> **EXERCISE DIRECTIONS**:
In the entries, find all lines that hold the word "from" and copy them.

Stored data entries
------------------------------

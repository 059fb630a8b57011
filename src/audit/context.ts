/**
 * Lookups every check shares, built once per audit run from the AuditInput.
 */
import type { Bill, BillLine, Building, Meter } from "../domain/types.ts";
import { findDuplicates, type DuplicatePair } from "./checks/duplicate-bill.ts";
import { resolveTolerances } from "./tolerances.ts";
import type { AuditInput, AuditTolerances, Finding } from "./types.ts";

export interface AuditContext {
  input: AuditInput;
  tol: AuditTolerances;
  currency: string;
  meters: Map<string, Meter>;
  buildings: Map<string, Building>;
  /** Bills per meter, by period start, then period end, then input line. */
  billsByMeter: Map<string, Bill[]>;
  linesByBill: Map<string, BillLine[]>;
  /** Duplicate pairs per the duplicate-bill rule; the `duplicate` side is left out of sequence checks. */
  duplicates: DuplicatePair[];
  duplicateIds: Set<string>;
}

/** Bills of one meter in service order. */
export function sortBills(bills: Bill[]): Bill[] {
  return [...bills].sort(
    (a, b) =>
      a.periodStart.localeCompare(b.periodStart) ||
      a.periodEnd.localeCompare(b.periodEnd) ||
      a.source.line - b.source.line ||
      a.billId.localeCompare(b.billId),
  );
}

/** Builds the shared lookups (pure; the input is not mutated). */
export function buildContext(input: AuditInput): AuditContext {
  const p = input.portfolio;
  const billsByMeter = new Map<string, Bill[]>();
  for (const bill of p.bills) {
    const list = billsByMeter.get(bill.meterId) ?? [];
    list.push(bill);
    billsByMeter.set(bill.meterId, list);
  }
  for (const [id, list] of billsByMeter) billsByMeter.set(id, sortBills(list));
  const linesByBill = new Map<string, BillLine[]>();
  for (const line of p.billLines) {
    const list = linesByBill.get(line.billId) ?? [];
    list.push(line);
    linesByBill.set(line.billId, list);
  }
  const duplicates = [...billsByMeter.values()].flatMap((bills) => findDuplicates(bills));
  return {
    input,
    tol: resolveTolerances(p.settings.tolerances, input.tolerances),
    currency: p.settings.currency,
    meters: new Map(p.meters.map((m) => [m.meterId, m])),
    buildings: new Map(p.buildings.map((b) => [b.buildingId, b])),
    billsByMeter,
    linesByBill,
    duplicates,
    duplicateIds: new Set(duplicates.map((d) => d.duplicate.billId)),
  };
}

/** Bills of a meter in service order with duplicates left out. */
export function billsInSequence(ctx: AuditContext, meterId: string): Bill[] {
  return (ctx.billsByMeter.get(meterId) ?? []).filter((b) => !ctx.duplicateIds.has(b.billId));
}

/** Building id of a meter ("" when the meter is unknown, which ingest prevents). */
export function buildingOf(ctx: AuditContext, meterId: string): string {
  return ctx.meters.get(meterId)?.buildingId ?? "";
}

type FindingBody = Omit<Finding, "buildingId" | "meterId" | "billId" | "periodStart" | "periodEnd">;

/** A finding about one bill: identity fields taken from the bill. */
export function billFinding(ctx: AuditContext, bill: Bill, body: FindingBody): Finding {
  return {
    buildingId: buildingOf(ctx, bill.meterId),
    meterId: bill.meterId,
    billId: bill.billId,
    periodStart: bill.periodStart,
    periodEnd: bill.periodEnd,
    ...body,
  };
}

------------------------------

> **RESULT**:
 * Lookups every check shares, built once per audit run from the AuditInput.
import type { Bill, BillLine, Building, Meter } from "../domain/types.ts";
import { findDuplicates, type DuplicatePair } from "./checks/duplicate-bill.ts";
import { resolveTolerances } from "./tolerances.ts";
import type { AuditInput, AuditTolerances, Finding } from "./types.ts";
/** A finding about one bill: identity fields taken from the bill. */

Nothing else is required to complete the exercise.